WHAT THE TASK REQUIRES
Reply with one number only: the count of lines below that contain the word "dense".

Extracted records:
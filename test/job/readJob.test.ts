import { existsSync, readFileSync } from "node:fs";
import fc from "fast-check";
import { describe, expect, it } from "vitest";
import { leastJob } from "../../src/core/job/leastJob.ts";
import { readJob } from "../../src/core/job/readJob.ts";
import { PlanError } from "../../src/core/problem.ts";
import { catalogues } from "./catalogueFiles.ts";
import { buildFullJob } from "./fullJob.ts";

// biome-ignore lint/suspicious/noExplicitAny: a test bends jobs of any shape
type Loose = any;

function failureOf(value: unknown): PlanError {
  try {
    readJob(value, catalogues);
  } catch (error) {
    if (error instanceof PlanError) return error;
    throw error;
  }
  throw new Error("accepted");
}

function failure(bend: (job: Loose) => void): PlanError {
  const job = structuredClone(buildFullJob());
  bend(job);
  return failureOf(job);
}

const GONE = Symbol("key taken out");

/** Nested deeper than any job. */
let deep: unknown = {};
for (let i = 0; i < 300; i++) deep = { deep };

function setAt(job: Loose, path: string[], value: unknown): void {
  const here = path.slice(0, -1).reduce((at, step) => at[step], job);
  const last = path[path.length - 1];
  if (value === GONE) delete here[last];
  else here[last] = value;
}

const contract = new URL("../../../shared/job.md", import.meta.url);
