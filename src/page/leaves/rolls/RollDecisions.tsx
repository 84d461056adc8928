// What can be decided about rolls and nesting.
import { addRoll } from "../../actions/rolls/addRoll.ts";
import { removeRoll } from "../../actions/rolls/removeRoll.ts";
import { setNest } from "../../actions/rolls/setNest.ts";
import { setPin } from "../../actions/rolls/setPin.ts";
import { setRoll } from "../../actions/rolls/setRoll.ts";
import { NumberField, SwitchField, TextField } from "../../parts/Fields.tsx";
import { act } from "../../store/bookStore.ts";
import { useBook } from "../../store/useBook.ts";

const FIGURES = [
  { key: "width", label: "Width over all", unit: "mm", factor: 1 },
  { key: "selvedge", label: "Selvedge, each side", unit: "mm", factor: 1 },
  { key: "length", label: "Length on the roll", unit: "m", factor: 1000 },
] as const;

function Stock() {
  const rolls = useBook((b) => b.project?.job.rolls);
  const job = useBook((b) => b.job);
  const fabric = job?.fabric;
  return (
    <div className="group" data-path="rolls">
      <h3>Rolls in store</h3>
      {rolls === undefined && (
        <p className="hint">
          None listed: as many as needed are taken, {fabric?.rollWidth ?? "–"} mm wide
          {fabric ? `, of ${fabric.id}` : ""}.
        </p>
      )}
      {rolls?.map((roll, index) => (
        // biome-ignore lint/suspicious/noArrayIndexKey: a roll is known by its place in the job
        <fieldset key={index} className="edge">
          <legend>{roll.id ?? `R${index + 1}`}</legend>
          {FIGURES.map(({ key, label, unit, factor }) => (
            <NumberField
              key={key}
              label={label}
              path={`rolls[${index}].${key}`}
              given={roll[key] !== undefined}
              value={roll[key] ?? job?.rolls?.[index]?.[key] ?? null}
              unit={unit}
              factor={factor}
              onChange={(value) =>
                act(setRoll, { index, key, value }, `${label.toLowerCase()} of ${roll.id ?? index + 1}`)
              }
            />
          ))}
          <TextField
            label="Batch"
            path={`rolls[${index}].batch`}
            given={typeof roll.batch === "string"}
            value={roll.batch ?? ""}
            none="none"
            onChange={(value) => act(setRoll, { index, key: "batch", value }, `batch of ${roll.id ?? index + 1}`)}
          />
          <button type="button" onClick={() => act(removeRoll, { index }, `roll ${roll.id ?? index + 1} removed`)}>
            Remove roll
          </button>
        </fieldset>
      ))}
      <button
        type="button"
        onClick={() =>
          act(addRoll, { width: fabric?.rollWidth ?? 3000, length: fabric?.rollLength ?? 50_000 }, "roll added")
        }
      >
        Add a roll
      </button>
    </div>
  );
}

function Pins() {
  const pins = useBook((b) => b.project?.job.nest?.pins);
  return (
    <div className="group" data-path="nest.pins">
      <h3>Pinned panels</h3>
      {!pins?.length && (
        <p className="hint">None. Drag a panel on the roll, or move it with the arrow keys, and it stays there.</p>
      )}
      {pins?.map((p) => (
        <p key={p.panel} className="row">
          {p.panel} on {p.roll} at {(p.x / 1000).toFixed(2)} m
          <button type="button" onClick={() => act(setPin, { panel: p.panel, place: null }, `${p.panel} let go`)}>
            Let go
          </button>
        </p>
      ))}
    </div>
  );
}

/** The decisions of the leaf. */
export function RollDecisions() {
  const given = useBook((b) => b.project?.job.nest);
  const nest = useBook((b) => b.job?.nest);
  const number = (
    key: "gap" | "steps" | "seconds" | "bite",
    label: string,
    unit: string,
    none?: string,
    hint?: string,
  ) => (
    <NumberField
      label={label}
      path={`nest.${key}`}
      given={given?.[key] !== undefined && given[key] !== null}
      value={given?.[key] ?? nest?.[key] ?? null}
      unit={unit}
      {...(none === undefined ? {} : { none })}
      {...(hint === undefined ? {} : { hint })}
      onChange={(value) => act(setNest, { key, value }, label.toLowerCase())}
    />
  );
  return (
    <>
      <Stock />
      {number("gap", "Gap between cuts", "mm")}
      {number("bite", "Longest piece the table takes", "mm", "no limit")}
      <SwitchField
        label="Panels may lie turned by 180°"
        path="nest.turn"
        given={given?.turn !== undefined}
        value={given?.turn ?? nest?.turn ?? true}
        onChange={(value) => act(setNest, { key: "turn", value }, "turning panels")}
      />
      {number(
        "steps",
        "Steps of search",
        "",
        undefined,
        "more steps may save cloth; the same steps give the same layout",
      )}
      {number("seconds", "At most", "s", "no limit")}
      <Pins />
    </>
  );
}
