// What can be decided about rolls and nesting.
import { setNest } from "../../actions/rolls/setNest.ts";
import { setPin } from "../../actions/rolls/setPin.ts";
import { ChoiceField, NumberField, SwitchField } from "../../parts/Fields.tsx";
import { act } from "../../store/bookStore.ts";
import { useBook } from "../../store/useBook.ts";
import { StockDecisions } from "./StockDecisions.tsx";

function Pins() {
  const pins = useBook((b) => b.project?.job.nest?.pins);
  return (
    <div className="group" data-path="nest.pins">
      <h3>Pinned panels</h3>
      {!pins?.length && (
        <p className="hint">None. Drag a panel on the roll, or move it with the arrow keys, and it stays there.</p>
      )}
      {pins?.map((p, i) => (
        // biome-ignore lint/suspicious/noArrayIndexKey: a job may pin a panel twice, which is told as a fault
        <p key={`${p.panel} ${i}`} className="row" data-path={`nest.pins[${i}]`}>
          {p.panel} on {p.roll} at {(p.x / 1000).toFixed(2)} m
          <button type="button" onClick={() => act(setPin, { panel: p.panel, place: null }, `${p.panel} let go`)}>
            Let go
          </button>
        </p>
      ))}
    </div>
  );
}

/** The decisions of the leaf. */
export function RollDecisions() {
  const given = useBook((b) => b.project?.job.nest);
  const nest = useBook((b) => b.job?.nest);
  const number = (
    key: "gap" | "steps" | "seconds" | "bite",
    label: string,
    unit: string,
    none?: string,
    hint?: string,
  ) => (
    <NumberField
      label={label}
      path={`nest.${key}`}
      given={given?.[key] !== undefined && given[key] !== null}
      value={given?.[key] ?? nest?.[key] ?? null}
      unit={unit}
      {...(none === undefined ? {} : { none, open: true })}
      {...(hint === undefined ? {} : { hint })}
      onChange={(value) => act(setNest, { key, value }, label.toLowerCase())}
    />
  );
  return (
    <>
      <StockDecisions />
      {number("gap", "Gap between cuts", "mm")}
      {number("bite", "Longest piece the table takes", "mm", "no limit")}
      <ChoiceField
        label="A longer piece"
        path="nest.pastBite"
        given={given?.pastBite !== undefined}
        value={given?.pastBite ?? "refuse"}
        choices={[
          { value: "refuse", words: "is a stop" },
          { value: "feed", words: "is fed on at marks" },
        ]}
        onChange={(value) => act(setNest, { key: "pastBite", value }, "pieces longer than the table")}
      />
      <SwitchField
        label="Neighbours may share one cut"
        path="nest.sharedEdges"
        given={given?.sharedEdges !== undefined}
        value={given?.sharedEdges ?? false}
        onChange={(value) => act(setNest, { key: "sharedEdges", value: value ? true : undefined }, "shared cuts")}
      />
      <SwitchField
        label="Panels may lie turned by 180°"
        path="nest.turn"
        given={given?.turn !== undefined}
        value={given?.turn ?? nest?.turn ?? true}
        onChange={(value) => act(setNest, { key: "turn", value }, "turning panels")}
      />
      {number(
        "steps",
        "Steps of search",
        "",
        undefined,
        "more steps may save cloth; the same steps give the same layout",
      )}
      {number("seconds", "At most", "s", "no limit")}
      <Pins />
    </>
  );
}
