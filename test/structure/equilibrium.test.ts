import { expect, test } from "vitest";
import { buildStiffness } from "../../src/core/structure/cloth.ts";
import { measureForces, measureLink } from "../../src/core/structure/elements.ts";
import {
  assembleTangentInPlace,
  createEquilibriumSolver,
  solveEquilibrium,
} from "../../src/core/structure/equilibrium.ts";
import { measureInfluence } from "../../src/core/structure/influence.ts";
import { buildStructure, type ClothElements } from "../../src/core/structure/structure.ts";

const noCloth: ClothElements = {
  tri: new Uint32Array(0),
  flat: new Float64Array(0),
  law: new Uint16Array(0),
  laws: [],
};

/** A square cloth of n × n quads, side 4 m, slightly shrunk flat, corners held out of plane, two cables along its sides. */
function buildSail(n: number) {
  const xyz = new Float64Array(3 * (n + 1) ** 2);
  const id = (i: number, j: number) => j * (n + 1) + i;
  for (let j = 0; j <= n; j++)
    for (let i = 0; i <= n; i++)
      xyz.set([(4 * i) / n, (4 * j) / n, 0.4 * (2 * (i / n) - 1) * (2 * (j / n) - 1)], 3 * id(i, j));
  const held = new Uint8Array(xyz.length);
  for (const v of [id(0, 0), id(n, 0), id(0, n), id(n, n)]) held.fill(1, 3 * v, 3 * v + 3);
  const tri: number[] = [];
  const flat: number[] = [];
  for (let j = 0; j < n; j++)
    for (let i = 0; i < n; i++)
      for (const t of [
        [id(i, j), id(i + 1, j), id(i + 1, j + 1)],
        [id(i, j), id(i + 1, j + 1), id(i, j + 1)],
      ]) {
        tri.push(...t);
        for (const v of t) flat.push(0.996 * xyz[3 * v], 0.996 * xyz[3 * v + 1]);
      }
  const link: number[] = [];
  for (let i = 0; i < n; i++)
    link.push(id(i, 0), id(i + 1, 0), id(i, n), id(i + 1, n), id(0, i), id(0, i + 1), id(n, i), id(n, i + 1));
  const k = link.length / 2;
  const cloth = {
    tri: new Uint32Array(tri),
    flat: new Float64Array(flat),
    law: new Uint16Array(tri.length / 3),
    laws: [buildStiffness({ Ew: 600, Ef: 500, nuWf: 0.25, G: 20 })],
  };
  const structure = buildStructure({ xyz, held }, cloth, {
    link: new Uint32Array(link),
    EA: new Float64Array(k).fill(8000),
    strut: new Uint8Array(k),
  });
  return { structure, L0: new Float64Array(k).fill((4 / n) * 0.99), n };
}

test("a sail comes to rest: out-of-balance below 1e-10 of its largest force, and the reactions add to nothing", () => {
  const { structure, L0 } = buildSail(10);
  const state = solveEquilibrium(createEquilibriumSolver(structure), structure.xyz, L0);
  expect(state.converged).toBe(true);
  const { force } = measureForces(structure, state.x, L0);
  for (let i = 0; i < 3; i++) {
    let sum = 0;
    for (let c = i; c < force.length; c += 3) sum += force[c];
    expect(Math.abs(sum)).toBeLessThan(1e-8 * state.scale);
  }
});

test("the tangent is the derivative of the forces, wrinkled cloth included (central differences)", () => {
  const { structure, L0 } = buildSail(3);
  const x = structure.xyz.map((q, c) => q + 0.02 * Math.sin(7 * c + 1));
  const solver = createEquilibriumSolver(structure);
  assembleTangentInPlace(solver, x, L0);
  const { pattern } = solver.elements;
  const dense = new Float64Array(solver.n ** 2);
  for (let j = 0; j < solver.n; j++)
    for (let p = pattern.colStart[j]; p < pattern.colStart[j + 1]; p++) {
      dense[pattern.rowIndex[p] * solver.n + j] = solver.values[p];
      dense[j * solver.n + pattern.rowIndex[p]] = solver.values[p];
    }
  const h = 1e-7;
  let worst = 0;
  for (let c = 0; c < x.length; c++) {
    if (solver.unknown[c] < 0) continue;
    const up = x.slice();
    const down = x.slice();
    up[c] += h;
    down[c] -= h;
    const fu = measureForces(structure, up, L0).force;
    const fd = measureForces(structure, down, L0).force;
    for (let r = 0; r < x.length; r++)
      if (solver.unknown[r] >= 0)
        worst = Math.max(
          worst,
          Math.abs((fu[r] - fd[r]) / (2 * h) - dense[solver.unknown[r] * solver.n + solver.unknown[c]]),
        );
  }
  expect(worst).toBeLessThan(0.05);
});

test("the influence matrix is what small turns do (second method: solve again)", () => {
  const { structure, L0 } = buildSail(6);
  const solver = createEquilibriumSolver(structure);
  const state = solveEquilibrium(solver, structure.xyz, L0);
  const links = [0, 5, 9];
  const a = measureInfluence(solver, state.x, L0, links, links);
  const h = 1e-6;
  links.forEach((turned, c) => {
    const longer = L0.slice();
    longer[turned] += h;
    const next = solveEquilibrium(solver, state.x, longer, { tolerance: 1e-13 });
    links.forEach((read, r) => {
      const slope =
        (measureLink(structure, next.x, longer, read).force - measureLink(structure, state.x, L0, read).force) / h;
      expect(Math.abs(slope - a[r * 3 + c])).toBeLessThan(1e-3 * Math.abs(a[c * 3 + c]));
    });
  });
});

test("slack chain under one load hangs as a straight pair of links (tension-only)", () => {
  const xyz = new Float64Array([0, 0, 0, 1, 0, 0, 2, 0, 0]);
  const held = new Uint8Array([1, 1, 1, 0, 0, 0, 1, 1, 1]);
  const load = new Float64Array([0, 0, 0, 0, 0, -1, 0, 0, 0]);
  const structure = buildStructure({ xyz, held, load }, noCloth, {
    link: new Uint32Array([0, 1, 1, 2]),
    EA: new Float64Array([1e4, 1e4]),
    strut: new Uint8Array(2),
  });
  const L0 = new Float64Array([1.25, 1.25]);
  const state = solveEquilibrium(createEquilibriumSolver(structure), xyz, L0);
  expect(state.converged).toBe(true);
  // 3-4-5: depth 0.75 m, force 0.5·1.25/0.75 kN, up to the links' own stretch
  expect(state.x[5]).toBeCloseTo(-0.75, 3);
  expect(measureLink(structure, state.x, L0, 0).force).toBeCloseTo(0.8333, 3);
});
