test("anchors: the job's names and order first, by vertex or place; a lone point of the mesh keeps its name", () => {
  const parts = buildArcSail(8, 5, 12);
  parts.points = [
    { name: "corners", vertices: [0, 8] },
    { name: "mast_north", vertices: [80] },
    { name: "corners", vertices: [72] },
  ];
  expect(run(placeMesh(parts)).output.anchors.map((a) => [a.id, a.vertex])).toEqual([
    ["A1", 0],
    ["A2", 8],
    ["mast_north", 80],
    ["A3", 72],
  ]);
  const { output: form } = run(placeMesh(parts), {
    anchors: [
      { name: "west", at: [-5.01, 5.02, 3] },
      { name: "A1", support: [9, 9, 0] },
    ],
  });
  expect(form.anchors.map((a) => [a.id, a.vertex])).toEqual([
    ["west", 72],
    ["A1", 0],
    ["A2", 8],
    ["mast_north", 80],
  ]);
  expect(form.edges.map((e) => e.id)).toEqual(["arc_4", "arc_1", "arc_2", "arc_3"]);
});

test("anchors: the job may name a point of the mesh by its name alone (was refused as unknown)", () => {
  const parts = buildArcSail(8, 5, 12);
  parts.points = [
    { name: "quay", vertices: [0] },
    { name: "pier", vertices: [8] },
    { name: "mast_north", vertices: [80] },
    { name: "shed", vertices: [72] },
  ];
  const { output: form } = run(placeMesh(parts), {
    anchors: [
      { name: "mast_north", support: [6, 6, 4] },
      { name: "pier", at: [-5, 5, 3] },
    ],
  });
  // the job's order first; a name the job moves leaves the mesh's point of that name
  expect(form.anchors.map((a) => [a.id, a.vertex])).toEqual([
    ["mast_north", 80],
    ["pier", 72],
    ["quay", 0],
    ["A1", 8],
  ]);
});

test("lines: given link by link, with gaps, off the mesh, and inside the surface", () => {
  const n = 8;
  const parts = buildArcSail(n, 5, 12);
  const [south, east, north, west] = listSides(n, n);
  parts.lines = [
    ...south.slice(1).map((b, i) => ({ name: "south", vertices: [south[i], b] })),
    { name: "east", vertices: [east[0], east[4], east[8]] },
    { name: null, vertices: north },
    { name: "ridge_line", vertices: Array.from({ length: n + 1 }, (_, i) => 4 * (n + 1) + i) },
    { name: "astray", vertices: [46, 22] },
    { name: "stay", vertices: [0, 81] },
    { name: "missed", vertices: [10, 82] },
  ];
  parts.xyz = Float64Array.from([...parts.xyz, -12, -12, 0, ...parts.xyz.slice(33, 35), 3.3]);
  const { output: form, findings } = run(placeMesh(parts));
  expect(form.edges.map((e) => [e.id, e.kind, e.vertices.length])).toEqual([
    ["south", "cable", 9],
    ["east", "cable", 9],
    ["E1", "cable", 9],
    ["E2", "cable", 9],
    ["ridge_line", "ridge", 9],
  ]);
  expect(edgeOf(form, "E2").vertices).toEqual(west);
  const off = findings.filter((f) => f.code === "mesh-line-off");
  expect(off.map((f) => [f.level, (f.where as string[])[0]])).toEqual([
    ["stop", "astray"],
    ["stop", "missed"],
  ]);
  expect(findings.find((f) => f.code === "mesh-line-elsewhere")?.where).toEqual(["stay", "vertex 81"]);
  // the arcs it ends on are in balance without it: slack, and said
  expect(edgeOf(form, "ridge_line").force).toBe(0);
  expect(findings.filter((f) => f.code === "cable-slack").map((f) => f.where)).toEqual([["ridge_line"]]);
});

test("a straight cable between clamps can carry any force: said, not guessed", () => {
  const parts = buildGrid(8, 8, (u, v) => [10 * u, 6 * v, 4]);
  parts.lines = [{ name: "valley", vertices: Array.from({ length: 9 }, (_, i) => 36 + i) }];
  const { output: form, findings } = run(placeMesh(parts));
  expect(edgeOf(form, "valley")).toMatchObject({ kind: "valley", loop: -1, force: null, forceFrom: "none" });
  expect(findings.filter((f) => f.code === "cable-force-open").map((f) => f.where)).toEqual([["valley"]]);
});

test("one name for all four cables: parted at the corners, numbered, and the job may speak to all at once", () => {
  const parts = buildArcSail(8, 5, 12);
  parts.lines = parts.lines.map((l) => ({ ...l, name: "rim" }));
  const { output: form } = run(placeMesh(parts), { edges: { rim: { force: 20 }, "rim-2": { force: 21 } } });
  expect(form.edges.map((e) => [e.id, e.kind, e.force])).toEqual([
    ["rim-1", "cable", 20],
    ["rim-2", "cable", 21],
    ["rim-3", "cable", 20],
    ["rim-4", "cable", 20],
  ]);
});

test("the job outranks the mesh: a fixed run told to be a cable is let go between its ends", () => {
  const { output: form } = run(placeMesh(readFixture("sound")), { edges: { E1: { kind: "cable", force: 10 } } });
  const [first] = form.edges;
  expect([first.kind, first.force, first.forceFrom]).toEqual(["cable", 10, "job"]);
  expect(first.vertices.map((v) => form.fixed[v])).toEqual([1, 0, 0, 0, 0, 0, 0, 0, 1]);
  expect(form.anchors.map((a) => a.isolated)).toEqual([false, false, false, false]);
});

SOLUTION FOR THIS EXERCISE
4